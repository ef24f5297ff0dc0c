"""Object store: content addressing, idempotence, read-only files, streaming."""

from __future__ import annotations

import hashlib
import os
import stat

import pyarrow as pa
import pytest

from archive.errors import IntegrityError, ReadOnly
from archive.store.objects import ObjectStore, fanout


def test_put_bytes_is_named_by_sha256(tmp_path):
    store = ObjectStore(tmp_path / "o")
    data = b"$GPGGA,123519,4807.038,N,01131.000,E,1,08,0.9,545.4,M,46.9,M,,*47\r\n"
    h, size = store.put_bytes(data)
    # The name is the SHA-256 of the bytes, computed independently with hashlib.
    assert h == hashlib.sha256(data).hexdigest()
    assert size == len(data)
    assert store.read_bytes(h) == data
    path = store.local_path(h)
    assert path.relative_to(tmp_path / "o").as_posix() == f"{h[:2]}/{h[2:4]}/{h}"


def test_put_twice_is_a_no_op_and_objects_are_read_only(tmp_path):
    store = ObjectStore(tmp_path / "o")
    h1, _ = store.put_bytes(b"abc")
    mtime = os.stat(store.local_path(h1)).st_mtime_ns
    h2, _ = store.put_bytes(b"abc")
    assert h1 == h2
    assert os.stat(store.local_path(h1)).st_mtime_ns == mtime
    mode = os.stat(store.local_path(h1)).st_mode
    assert not mode & (stat.S_IWUSR | stat.S_IWGRP | stat.S_IWOTH)
    assert list(store.iter_hashes()) == [h1]
    assert not any((tmp_path / "o" / "tmp").iterdir())


def test_put_file_streams_large_file(tmp_path):
    big = tmp_path / "big.bin"
    block = os.urandom(1 << 16)
    with open(big, "wb") as fh:
        for _ in range(64):  # 4 MiB, several read chunks
            fh.write(block)
    store = ObjectStore(tmp_path / "o")
    h, size = store.put_file(big)
    assert size == 64 * len(block)
    assert h == hashlib.sha256(big.read_bytes()).hexdigest()
    assert store.check(h)


def test_tables_round_trip_and_check_detects_flipped_byte(tmp_path):
    store = ObjectStore(tmp_path / "o")
    t = pa.table({"a": [1, 2, 3], "b": ["x", "y", "z"]})
    h, _ = store.put_table(t)
    assert store.read_table(h).equals(t)
    p = store.local_path(h)
    os.chmod(p, 0o644)
    raw = bytearray(p.read_bytes())
    raw[10] ^= 0x01
    p.write_bytes(bytes(raw))
    assert not store.check(h)


def test_missing_object_and_read_only_store(tmp_path):
    store = ObjectStore(tmp_path / "o")
    with pytest.raises(IntegrityError, match="missing"):
        store.read_bytes("0" * 64)
    ro = ObjectStore(tmp_path / "o", read_only=True)
    with pytest.raises(ReadOnly, match="read-only"):
        ro.put_bytes(b"x")


def test_fanout_refuses_non_hash():
    with pytest.raises(ValueError):
        fanout("../../etc/passwd")


def _damage(store: ObjectStore, h: str) -> None:
    p = store.local_path(h)
    os.chmod(p, 0o644)
    raw = bytearray(p.read_bytes())
    raw[len(raw) // 2] ^= 0x01
    p.write_bytes(bytes(raw))


def test_parquet_is_parsed_from_memory_arrow_owns(tmp_path):
    # Arrow's reader threads may let go of a read's source a moment after the read returns;
    # a source over Python bytes then needs the interpreter, and a process already exiting
    # aborts ("terminate called without an active exception", Arrow issue 34314 shows the
    # same abort). The buffer must come from Arrow's own allocator: its count grows by the
    # object's size while the buffer lives (pyarrow.total_allocated_bytes).
    store = ObjectStore(tmp_path / "o")
    t = pa.table({"a": list(range(5000)), "b": [f"N{i % 7}" for i in range(5000)]})
    h, size = store.put_table(t)
    before = pa.total_allocated_bytes()
    buf = store.read_buffer(h)
    assert isinstance(buf, pa.Buffer) and buf.size == size
    assert pa.total_allocated_bytes() - before >= size
    assert hashlib.sha256(buf).hexdigest() == h
    del buf
    # the Parquet readers go through read_buffer, not through Python bytes
    store.read_bytes = _no_python_bytes
    assert store.read_table(h).equals(t)
    assert store.read_table(h, columns=["b"]).equals(t.select(["b"]))
    assert store.parquet_in_memory(h, read_dictionary=["b"]).read().column("b").to_pylist() \
        == t.column("b").to_pylist()


def _no_python_bytes(h: str) -> bytes:
    raise AssertionError(f"object {h[:12]} read into Python bytes for Parquet")


def test_damaged_or_missing_parquet_is_refused_before_parsing(tmp_path):
    store = ObjectStore(tmp_path / "o")
    h, _ = store.put_table(pa.table({"a": list(range(1000))}))
    _damage(store, h)
    for read in (store.read_buffer, store.read_table, store.parquet_in_memory):
        with pytest.raises(IntegrityError, match="no longer matches its hash"):
            read(h)
    for read in (store.read_buffer, store.read_table, store.parquet_in_memory):
        with pytest.raises(IntegrityError, match="missing"):
            read("1" * 64)


def test_read_buffer_through_a_filesystem_interface(tmp_path, monkeypatch):
    # The same read through pyarrow's filesystem layer (the path remote stores take), with
    # the local filesystem standing in for a bucket: the buffer is Arrow's there too (a
    # forward-only stream would have handed back Python bytes).
    import pyarrow.fs as pafs

    import archive.store.objects as objects

    local = ObjectStore(tmp_path / "o")
    t = pa.table({"x": [float(i) for i in range(4000)], "y": ["p", "q"] * 2000})
    h, size = local.put_table(t)
    monkeypatch.setattr(objects, "remote_filesystem",
                        lambda url: (pafs.LocalFileSystem(), str(tmp_path / "o")))
    remote = ObjectStore("s3://bucket/o")
    assert not remote.is_local
    before = pa.total_allocated_bytes()
    buf = remote.read_buffer(h)
    assert pa.total_allocated_bytes() - before >= size
    assert buf.to_pybytes() == local.local_path(h).read_bytes()
    del buf
    assert remote.read_table(h).equals(t)
    with pytest.raises(IntegrityError, match="missing"):
        remote.read_buffer("2" * 64)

★ ★ ★ ★ ★ ★ ★

== Problem to work on ==
A word-for-word copy of all the material is the required answer.

== Response to the exercise ==
repository ef24f5297ff0dc0c
"""Object store: content addressing, idempotence, read-only files, streaming."""

from __future__ import annotations

import hashlib
import os
import stat

import pyarrow as pa
import pytest

from archive.errors import IntegrityError, ReadOnly
from archive.store.objects import ObjectStore, fanout


def test_put_bytes_is_named_by_sha256(tmp_path):
    store = ObjectStore(tmp_path / "o")
    data = b"$GPGGA,123519,4807.038,N,01131.000,E,1,08,0.9,545.4,M,46.9,M,,*47\r\n"
    h, size = store.put_bytes(data)
    # The name is the SHA-256 of the bytes, computed independently with hashlib.
    assert h == hashlib.sha256(data).hexdigest()
    assert size == len(data)
    assert store.read_bytes(h) == data
    path = store.local_path(h)
    assert path.relative_to(tmp_path / "o").as_posix() == f"{h[:2]}/{h[2:4]}/{h}"


def test_put_twice_is_a_no_op_and_objects_are_read_only(tmp_path):
    store = ObjectStore(tmp_path / "o")
    h1, _ = store.put_bytes(b"abc")
    mtime = os.stat(store.local_path(h1)).st_mtime_ns
    h2, _ = store.put_bytes(b"abc")
    assert h1 == h2
    assert os.stat(store.local_path(h1)).st_mtime_ns == mtime
    mode = os.stat(store.local_path(h1)).st_mode
    assert not mode & (stat.S_IWUSR | stat.S_IWGRP | stat.S_IWOTH)
    assert list(store.iter_hashes()) == [h1]
    assert not any((tmp_path / "o" / "tmp").iterdir())


def test_put_file_streams_large_file(tmp_path):
    big = tmp_path / "big.bin"
    block = os.urandom(1 << 16)
    with open(big, "wb") as fh:
        for _ in range(64):  # 4 MiB, several read chunks
            fh.write(block)
    store = ObjectStore(tmp_path / "o")
    h, size = store.put_file(big)
    assert size == 64 * len(block)
    assert h == hashlib.sha256(big.read_bytes()).hexdigest()
    assert store.check(h)


def test_tables_round_trip_and_check_detects_flipped_byte(tmp_path):
    store = ObjectStore(tmp_path / "o")
    t = pa.table({"a": [1, 2, 3], "b": ["x", "y", "z"]})
    h, _ = store.put_table(t)
    assert store.read_table(h).equals(t)
    p = store.local_path(h)
    os.chmod(p, 0o644)
    raw = bytearray(p.read_bytes())
    raw[10] ^= 0x01
    p.write_bytes(bytes(raw))
    assert not store.check(h)


def test_missing_object_and_read_only_store(tmp_path):
    store = ObjectStore(tmp_path / "o")
    with pytest.raises(IntegrityError, match="missing"):
        store.read_bytes("0" * 64)
    ro = ObjectStore(tmp_path / "o", read_only=True)
    with pytest.raises(ReadOnly, match="read-only"):
        ro.put_bytes(b"x")


def test_fanout_refuses_non_hash():
    with pytest.raises(ValueError):
        fanout("../../etc/passwd")


def _damage(store: ObjectStore, h: str) -> None:
    p = store.local_path(h)
    os.chmod(p, 0o644)
    raw = bytearray(p.read_bytes())
    raw[len(raw) // 2] ^= 0x01
    p.write_bytes(bytes(raw))


def test_parquet_is_parsed_from_memory_arrow_owns(tmp_path):
    # Arrow's reader threads may let go of a read's source a moment after the read returns;
    # a source over Python bytes then needs the interpreter, and a process already exiting
    # aborts ("terminate called without an active exception", Arrow issue 34314 shows the
    # same abort). The buffer must come from Arrow's own allocator: its count grows by the
    # object's size while the buffer lives (pyarrow.total_allocated_bytes).
    store = ObjectStore(tmp_path / "o")
    t = pa.table({"a": list(range(5000)), "b": [f"N{i % 7}" for i in range(5000)]})
    h, size = store.put_table(t)
    before = pa.total_allocated_bytes()
    buf = store.read_buffer(h)
    assert isinstance(buf, pa.Buffer) and buf.size == size
    assert pa.total_allocated_bytes() - before >= size
    assert hashlib.sha256(buf).hexdigest() == h
    del buf
    # the Parquet readers go through read_buffer, not through Python bytes
    store.read_bytes = _no_python_bytes
    assert store.read_table(h).equals(t)
    assert store.read_table(h, columns=["b"]).equals(t.select(["b"]))
    assert store.parquet_in_memory(h, read_dictionary=["b"]).read().column("b").to_pylist() \
        == t.column("b").to_pylist()


def _no_python_bytes(h: str) -> bytes:
    raise AssertionError(f"object {h[:12]} read into Python bytes for Parquet")


def test_damaged_or_missing_parquet_is_refused_before_parsing(tmp_path):
    store = ObjectStore(tmp_path / "o")
    h, _ = store.put_table(pa.table({"a": list(range(1000))}))
    _damage(store, h)
    for read in (store.read_buffer, store.read_table, store.parquet_in_memory):
        with pytest.raises(IntegrityError, match="no longer matches its hash"):
            read(h)
    for read in (store.read_buffer, store.read_table, store.parquet_in_memory):
        with pytest.raises(IntegrityError, match="missing"):
            read("1" * 64)


def test_read_buffer_through_a_filesystem_interface(tmp_path, monkeypatch):
    # The same read through pyarrow's filesystem layer (the path remote stores take), with
    # the local filesystem standing in for a bucket: the buffer is Arrow's there too (a
    # forward-only stream would have handed back Python bytes).
    import pyarrow.fs as pafs

    import archive.store.objects as objects

    local = ObjectStore(tmp_path / "o")
    t = pa.table({"x": [float(i) for i in range(4000)], "y": ["p", "q"] * 2000})
    h, size = local.put_table(t)
    monkeypatch.setattr(objects, "remote_filesystem",
                        lambda url: (pafs.LocalFileSystem(), str(tmp_path / "o")))
    remote = ObjectStore("s3://bucket/o")
    assert not remote.is_local
    before = pa.total_allocated_bytes()
    buf = remote.read_buffer(h)
    assert pa.total_allocated_bytes() - before >= size
    assert buf.to_pybytes() == local.local_path(h).read_bytes()
    del buf
    assert remote.read_table(h).equals(t)
    with pytest.raises(IntegrityError, match="missing"):
        remote.read_buffer("2" * 64)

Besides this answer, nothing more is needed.